ER NENNT ES SOZIALSCHMAROTZEN.
WIR NENNEN ES KLASSENVERACHTUNG
Alexander Dobrindt hat mal wieder ein Problem entdeckt.
Welches? Explodierende Mieten? Altersarmut? Überlastete Schulen? Marode Krankenhäuser?
Nein nein.
Sein Problem sind Menschen, die mit 563 Euro Bürgergeld im Monat über die Runden kommen sollen.
563 Euro!
Eine Summe, die in manchen Städten bereits nach Miete, Strom und den üblichen Preissteigerungen eher nach Überlebensübung als nach komfortablem Leben klingt.
Dobrindt hingegen verdient als Bundesminister ein Vielfaches davon.
Monat für Monat.
Jahr für Jahr.
Doch ausgerechnet Menschen am unteren Ende der Gesellschaft sollen angeblich zu viel bekommen.
Das ist schon bemerkenswert.
Der Mann, dessen bekanntestes politisches Projekt die gescheiterte Pkw-Maut war, die den Steuerzahler Millionen kostete, erklärt nun Menschen, die jeden Euro zweimal umdrehen müssen, wo gespart werden kann.

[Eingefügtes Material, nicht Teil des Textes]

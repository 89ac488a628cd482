/* SPDX-License-Identifier: GPL-3.0-or-later */
/* test_battery.c: the contract battery: every curve and variant x endpoint x family of priors, each
 * live fit against an independent reference written here: importance sampling from the prior with
 * GSL's generators, the curves' formulas and libm. Distributions are compared at the reference's
 * quartiles, for every level mean and parameter. */
#include <gsl/gsl_randist.h>
#include <gsl/gsl_rng.h>
#include <math.h>
#include <stdlib.h>
#include <string.h>

#include "analysis/analysis.h"
#include "analysis/vocabulary_rows.h"
#include "base/base.h"
#include "base/mem.h"
#include "base/text.h"
#include "unit.h"

enum { K = 5, ROWS = K + MODEL_PARAMETERS_MAX };

static const double dose[K] = {0, 5, 10, 20, 40};

/* few subjects, one level without any: priors matter, and the reference keeps effective draws */
static double n[K] = {3, 2, 0, 3, 3}, mean[K] = {0.3, 0.9, 0, 1.6, 1.9},
              ss[K] = {2.2, 0.9, 0, 3.1, 1.8};
static double events[K] = {1, 0, 0, 2, 2};
static const struct level_data data = {K, n, n, mean, ss, events};

/* ---- variants ---- */

struct variant {
    const char *curve, *more;
    bool off_curve;
};

static const struct variant extra[] = {{"ndlm", ",\"spacing\":\"actual\"", false},
                                       {"ndlm", ",\"order\":2", false},
                                       {"emax", "", true},
                                       {"ndlm", "", true},
                                       {"ndlm", ",\"order\":2", true},
                                       {"independent", "", true}};

/* a number of the right size for a parameter, by name */
static double size_of(const char *name)
{
    static const struct {
        const char *name;
        double size;
    } sizes[] = {{"ED50", 12}, {"h", 1.2},     {"spread", 6}, {"scale", 30}, {"drift_sd", 0.6},
                 {"sd", 1.1},  {"slope", 0.5}, {"E0", 0.8},   {"Emax", 1.5}};
    for (size_t i = 0; i < COUNT_OF(sizes); i++)
        if (strcmp(sizes[i].name, name) == 0)
            return sizes[i].size;
    return 1;
}

static bool is_slope_of_dose(const char *curve, const char *name)
{
    return strcmp(name, "slope") == 0 && strcmp(curve, "linear") == 0;
}

/* A prior of the family for a parameter, as JSON; positive numbers get positive mass. */
static void add_prior(struct text *t, const char *curve, const struct parameter *p,
                      const char *family)
{
    const double s = size_of(p->name) * (is_slope_of_dose(curve, p->name) ? 0.1 : 1);
    const char *cut = p->positive ? ",\"above\":0" : "";
    const bool variance = p->variance && strcmp(family, "inverse_gamma") == 0;
    text_addf(t, "\"%s\":{\"%s\":{", variance ? p->variance : p->name, family);
    if (strcmp(family, "normal") == 0)
        text_addf(t, "\"mean\":%g,\"sd\":%g,\"above\":%g", s, s, p->positive ? 0.2 * s : -0.8 * s);
    else if (strcmp(family, "half_normal") == 0)
        text_addf(t, "\"sd\":%g", s);
    else if (strcmp(family, "lognormal") == 0)
        text_addf(t, "\"meanlog\":%g,\"sdlog\":0.6", log(s));
    else if (strcmp(family, "gamma") == 0)
        text_addf(t, "\"shape\":2,\"rate\":%g", 2 / s);
    else if (strcmp(family, "inverse_gamma") == 0)
        text_addf(t, "\"shape\":3,\"scale\":%g", 2 * (variance ? s * s : s));
    else if (strcmp(family, "uniform") == 0)
        text_addf(t, "\"min\":%g,\"max\":%g", p->positive ? 0.2 * s : -s, 2.5 * s);
    else if (strcmp(family, "student_t") == 0)
        text_addf(t, "\"df\":4,\"location\":%g,\"scale\":%g%s", 0.5 * s, s, cut);
    else
        text_addf(t, "\"value\":%g", s);
    text_add(t, "}}");
}

/* Every parameter has the family; `fixed`: only the last of the curve and the residual sd. */
static struct design *make_design(const struct variant *v, bool binary, const char *family)
{
    const struct curve *c = curve_find(v->curve);
    const bool second = strstr(v->more, "order") != NULL;
    static const struct parameter sd = {.name = "sd", .variance = "variance", .positive = true};
    static const struct parameter control = {.name = "control"};
    struct text t = TEXT_INIT;
    struct err e = ERR_INIT;
    struct design *d = NULL;
    size_t count = 0, last = 0;
    for (size_t i = 0; c->parameters[i].name; i++)
        last = i;
    text_addf(&t, "{\"terrace\":1,\"title\":\"t\",\"levels\":{\"control\":\"0\",%s\"list\":[",
              v->off_curve ? "\"control_on_curve\":false," : "");
    for (size_t k = 0; k < K; k++)
        text_addf(&t, "%s{\"label\":\"%g\",\"value\":%g}", k ? "," : "", dose[k], dose[k]);
    text_addf(&t,
              "]},\"endpoint\":{\"name\":\"y\",\"type\":\"%s\",\"better\":\"higher\"%s},"
              "\"model\":{\"curve\":\"%s\"%s,\"priors\":{",
              binary ? "binary" : "continuous", binary ? "" : ",\"range\":[-4,4]", v->curve,
              v->more);
    for (size_t i = 0; c->parameters[i].name; i++) {
        if ((c->parameters[i].order > 1 && !second) ||
            (strcmp(family, "fixed") == 0 && i != last && c->parameters[i].role == ROLE_LINEAR))
            continue;
        text_add(&t, count++ ? "," : "");
        add_prior(&t, v->curve, &c->parameters[i], family);
    }
    if (v->off_curve) {
        text_add(&t, count++ ? "," : "");
        add_prior(&t, v->curve, &control, family);
    }
    if (!binary) {
        text_add(&t, count++ ? "," : "");
        add_prior(&t, v->curve, &sd, family);
    }
    text_add(&t, "}},\"subjects\":100,\"analyses\":{\"at\":[9]},\"mcmc\":{\"precision\":0.02}}");
    if (design_parse(&d, text_s(&t), t.length, "battery", &terrace_vocabulary, &e) != STATUS_OK) {
        struct text m = TEXT_INIT;
        err_text(&e, &m);
        fputs(text_s(&m), stderr);
        fputs(text_s(&t), stderr);
        CU_FAIL_FATAL("the battery's design is not accepted");
    }
    text_release(&t);
    return d;
}

/* ---- the reference ---- */

static double draw_family(gsl_rng *r, const char *key, const double *a)
{
    if (strcmp(key, "normal") == 0)
        return a[0] + gsl_ran_gaussian_ziggurat(r, a[1]);
    if (strcmp(key, "half_normal") == 0)
        return fabs(gsl_ran_gaussian_ziggurat(r, a[0]));
    if (strcmp(key, "lognormal") == 0)
        return exp(a[0] + gsl_ran_gaussian_ziggurat(r, a[1]));
    if (strcmp(key, "gamma") == 0)
        return gsl_ran_gamma(r, a[0], 1 / a[1]);
    if (strcmp(key, "inverse_gamma") == 0)
        return a[1] / gsl_ran_gamma(r, a[0], 1);
    if (strcmp(key, "uniform") == 0)
        return a[0] + (a[1] - a[0]) * gsl_rng_uniform_pos(r);
    if (strcmp(key, "student_t") == 0)
        return a[1] + a[2] * gsl_ran_tdist(r, a[0]);
    return a[0];
}

static double draw_prior(gsl_rng *r, const struct prior *p)
{
    double x;
    do
        x = draw_family(r, p->family->key, p->arg);
    while (x < p->above || x > p->below);
    return p->on_variance ? sqrt(x) : x;
}

/* The interface's formulas; v: the parameters in the model's order. */
static double formula(const char *curve, double d, const double *v)
{
    if (strcmp(curve, "linear") == 0)
        return v[0] + v[1] * d;
    if (strcmp(curve, "log_linear") == 0)
        return v[0] + v[1] * log(d + 1);
    if (strcmp(curve, "quadratic") == 0)
        return v[0] + v[1] * d / dose[K - 1] + v[2] * pow(d / dose[K - 1], 2);
    if (strcmp(curve, "emax") == 0)
        return v[0] + v[1] * d / (v[2] + d);
    if (strcmp(curve, "sigmoid_emax") == 0)
        return v[0] + v[1] * (d > 0 ? 1 / (1 + pow(v[2] / d, v[3])) : 0);
    if (strcmp(curve, "logistic") == 0)
        return v[0] + v[1] / (1 + exp((v[2] - d) / v[3]));
    if (strcmp(curve, "exponential") == 0)
        return v[0] + v[1] * expm1(fmin(d / v[2], 30));
    CU_FAIL("a curve without a formula in the battery: write it down");
    return NAN;
}

static const double *value_of(const struct model *m, const double *v, const char *name)
{
    for (size_t i = 0; i < m->parameters; i++)
        if (strcmp(m->parameter[i]->name, name) == 0)
            return &v[i];
    CU_FAIL_FATAL("no such parameter");
    return NULL;
}

static void draw_walk(gsl_rng *r, const struct design *d, const double *v, double *theta)
{
    const struct model *m = &d->model;
    const size_t first = d->control_on_curve ? 0 : 1;
    const double drift = *value_of(m, v, "drift_sd");
    const double mean_gap = (dose[K - 1] - dose[first]) / (double)(K - 1 - first);
    double step = 0;
    theta[first] = *value_of(m, v, "theta");
    for (size_t k = first + 1; k < K; k++) {
        const double gap = m->spacing_actual ? (dose[k] - dose[k - 1]) / mean_gap : 1;
        if (m->order == 2)
            step = k == first + 1 ? *value_of(m, v, "slope")
                                  : step + gsl_ran_gaussian_ziggurat(r, drift);
        else
            step = gsl_ran_gaussian_ziggurat(r, drift * sqrt(gap));
        theta[k] = theta[k - 1] + step;
    }
}

static void draw_truth(gsl_rng *r, const struct design *d, double *v, double *theta)
{
    const struct model *m = &d->model;
    for (size_t i = 0; i < m->parameters; i++)
        v[i] = draw_prior(r, &m->prior[i]);
    for (size_t k = 0; k < K; k++) {
        if (m->curve->kind == CURVE_FREE)
            theta[k] = k == 0 ? v[0] : draw_prior(r, &m->prior[0]);
        else if (m->curve->kind == CURVE_BASIS)
            theta[k] = formula(m->curve->key, dose[k], v);
    }
    if (m->curve->kind == CURVE_WALK)
        draw_walk(r, d, v, theta);
    if (!d->control_on_curve) {
        theta[0] = *value_of(m, v, "control");
        if (m->curve->kind == CURVE_FREE)
            v[0] = theta[1]; /* the parameter row stands for the first level on the curve */
    }
}

static double log_likelihood(const struct design *d, const double *v, const double *theta)
{
    double sum = 0;
    const double sd = d->type == ENDPOINT_BINARY ? 1 : *value_of(&d->model, v, "sd");
    for (size_t k = 0; k < K; k++)
        if (d->type == ENDPOINT_BINARY)
            sum += events[k] * theta[k] -
                   n[k] * (theta[k] > 0 ? theta[k] + log1p(exp(-theta[k])) : log1p(exp(theta[k])));
        else
            sum -= n[k] * log(sd) + (ss[k] + n[k] * pow(mean[k] - theta[k], 2)) / (2 * sd * sd);
    return sum;
}

struct reference {
    size_t n, rows;
    double *x[ROWS], *w; /* level means, then parameters; weights sum to 1 */
};

static void reference_make(struct reference *q, const struct design *d, gsl_rng *r, size_t size)
{
    double top = -INFINITY, sum = 0;
    q->n = size;
    q->rows = K + d->model.parameters;
    q->w = mem_new(size, sizeof *q->w);
    for (size_t j = 0; j < q->rows; j++)
        q->x[j] = mem_new(size, sizeof(double));
    for (size_t i = 0; i < size; i++) {
        double v[MODEL_PARAMETERS_MAX], theta[K];
        draw_truth(r, d, v, theta);
        q->w[i] = log_likelihood(d, v, theta);
        top = q->w[i] > top ? q->w[i] : top;
        for (size_t j = 0; j < q->rows; j++)
            q->x[j][i] = j < K ? theta[j] : v[j - K];
    }
    for (size_t i = 0; i < size; i++)
        sum += q->w[i] = exp(q->w[i] - top);
    for (size_t i = 0; i < size; i++)
        q->w[i] /= sum;
}

static void reference_free(struct reference *q)
{
    for (size_t j = 0; j < q->rows; j++)
        mem_free(q->x[j]);
    mem_free(q->w);
}

struct weighed {
    double x, w;
};

static int by_x(const void *a, const void *b)
{
    const struct weighed *p = a, *q = b;
    return (p->x > q->x) - (p->x < q->x);
}

static void quartiles(const struct reference *q, size_t row, double out[3])
{
    struct weighed *s = mem_new(q->n, sizeof *s);
    double sum = 0;
    size_t next = 0;
    for (size_t i = 0; i < q->n; i++)
        s[i] = (struct weighed){q->x[row][i], q->w[i]};
    qsort(s, q->n, sizeof *s, by_x);
    for (size_t i = 0; i < q->n && next < 3; i++) {
        sum += s[i].w;
        while (next < 3 && sum >= 0.25 * (double)(next + 1))
            out[next++] = s[i].x;
    }
    mem_free(s);
}

/* ---- one case ---- */

static double share_below(const struct reference *q, size_t row, double c, double *error)
{
    double p = 0, variance = 0;
    for (size_t i = 0; i < q->n; i++)
        p += q->x[row][i] <= c ? q->w[i] : 0;
    for (size_t i = 0; i < q->n; i++)
        variance += pow(q->w[i] * ((q->x[row][i] <= c) - p), 2);
    *error = sqrt(variance);
    return p;
}

/* The worst distance, in combined standard errors, of a row's distribution at the quartiles. */
static double distance(const struct reference *q, size_t row, const double *x,
                       const struct draws *r, double ess)
{
    double c[3], worst = 0;
    quartiles(q, row, c);
    if (c[0] == c[2])
        return x[0] == c[0] || fabs(x[0] - c[0]) < 1e-9 * fabs(c[0]) ? 0 : INFINITY; /* fixed */
    for (size_t j = 0; j < 3; j++) {
        double error, below = 0;
        const double p = share_below(q, row, c[j], &error);
        for (size_t i = 0; i < r->n; i++)
            below += x[i] <= c[j] ? 1.0 / (double)r->n : 0;
        const double own = sqrt(p * (1 - p) / ess);
        const double z = fabs(below - p) / sqrt(error * error + own * own);
        worst = z > worst ? z : worst;
    }
    return worst;
}

struct tally {
    size_t cases, distrusted, wrong;
    double worst;
};

static void run_case(const struct variant *v, bool binary, const char *family, gsl_rng *rng,
                     struct tally *t)
{
    struct design *d = make_design(v, binary, family);
    struct analyst *w = analyst_new(d);
    struct analysis a;
    struct err e = ERR_INIT;
    struct reference q;
    const struct analysis_request request = {.number = 1, .seed = 7, .live = true, .threads = 2};
    analysis_init(&a, d);
    const enum status status = analysis_run(&a, w, &data, &request, &e);
    t->cases++;
    if (status == STATUS_DISTRUSTED) {
        t->distrusted++;
        fprintf(stderr, "# distrusted: %s%s%s %s %s\n", v->curve, v->more,
                v->off_curve ? " off" : "", binary ? "binary" : "continuous", family);
    } else {
        CU_ASSERT_EQUAL(status, STATUS_OK);
        const struct draws r = analyst_draws(w);
        reference_make(&q, d, rng, unit_fast() ? 25000 : 80000);
        for (size_t row = 0; row < q.rows; row++) {
            const double *x =
                row < K ? r.link + row * r.stride : r.parameter + (row - K) * r.stride;
            const double z = distance(&q, row, x, &r, a.diagnostics.min_ess_bulk);
            t->worst = z > t->worst ? z : t->worst;
            if (!(z < 5)) {
                t->wrong++;
                fprintf(stderr, "# wrong: %s%s%s %s %s, row %zu: %.2f standard errors\n", v->curve,
                        v->more, v->off_curve ? " off" : "", binary ? "binary" : "continuous",
                        family, row, z);
            }
        }
        reference_free(&q);
    }
    analysis_release(&a);
    analyst_free(w);
    design_free(d);
}

static void every_family(const struct variant *v, struct tally *t, gsl_rng *rng)
{
    for (int binary = 0; binary < 2; binary++)
        for (size_t f = 0; prior_families[f]; f++)
            run_case(v, binary, prior_families[f]->key, rng, t);
}

static void every_curve(void)
{
    struct tally t = {0, 0, 0, 0};
    gsl_rng *rng = gsl_rng_alloc(gsl_rng_mt19937);
    for (size_t i = 0; curves[i]; i++)
        every_family(&(struct variant){curves[i]->key, "", false}, &t, rng);
    for (size_t i = 0; i < COUNT_OF(extra); i++)
        every_family(&extra[i], &t, rng);
    fprintf(stderr, "# %zu cases, %zu distrusted, worst distance %.2f standard errors\n", t.cases,
            t.distrusted, t.worst);
    CU_ASSERT_EQUAL(t.wrong, 0);
    /* independent levels with positive priors, each weighed apart, may need more draws: said so */
    CU_ASSERT(t.distrusted <= 2);
    gsl_rng_free(rng);
}

static const struct unit_test tests[] = {
    {"every curve, endpoint and family of priors against importance sampling", every_curve},
    UNIT_END,
};

int main(void)
{
    return unit_main("battery", tests);
}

Gleichzeitig warnt er regelmäßig vor den Gefahren des Linksextremismus. Man könnte fast meinen, die größte Bedrohung für Deutschland seien nicht rechtsextreme Netzwerke, Hasskriminalität oder demokratiefeindliche Bewegungen, sondern Menschen, die bezahlbaren Wohnraum, höhere Löhne und soziale Sicherheit fordern.
Manchmal frage ich mich, wie Politik aussehen würde, wenn Minister einen Monat lang von dem leben müssten, was sie anderen als ausreichend verkaufen wollen.
Vielleicht würden dann manche Debatten plötzlich ganz anders geführt.
Aber vermutlich wäre dann die wahre Gefahr für Deutschland nicht mehr der Bürgergeldempfänger, sondern die nächste Supermarktrechnung!
Dobrindt und die gesamte CDU-Fettnäpfchen-Inkompetenz macht es sich zur Aufgabe, nach unten zu treten und dabei die Brandmauer mit dicken Feuerwehrschläuchen zu löschen.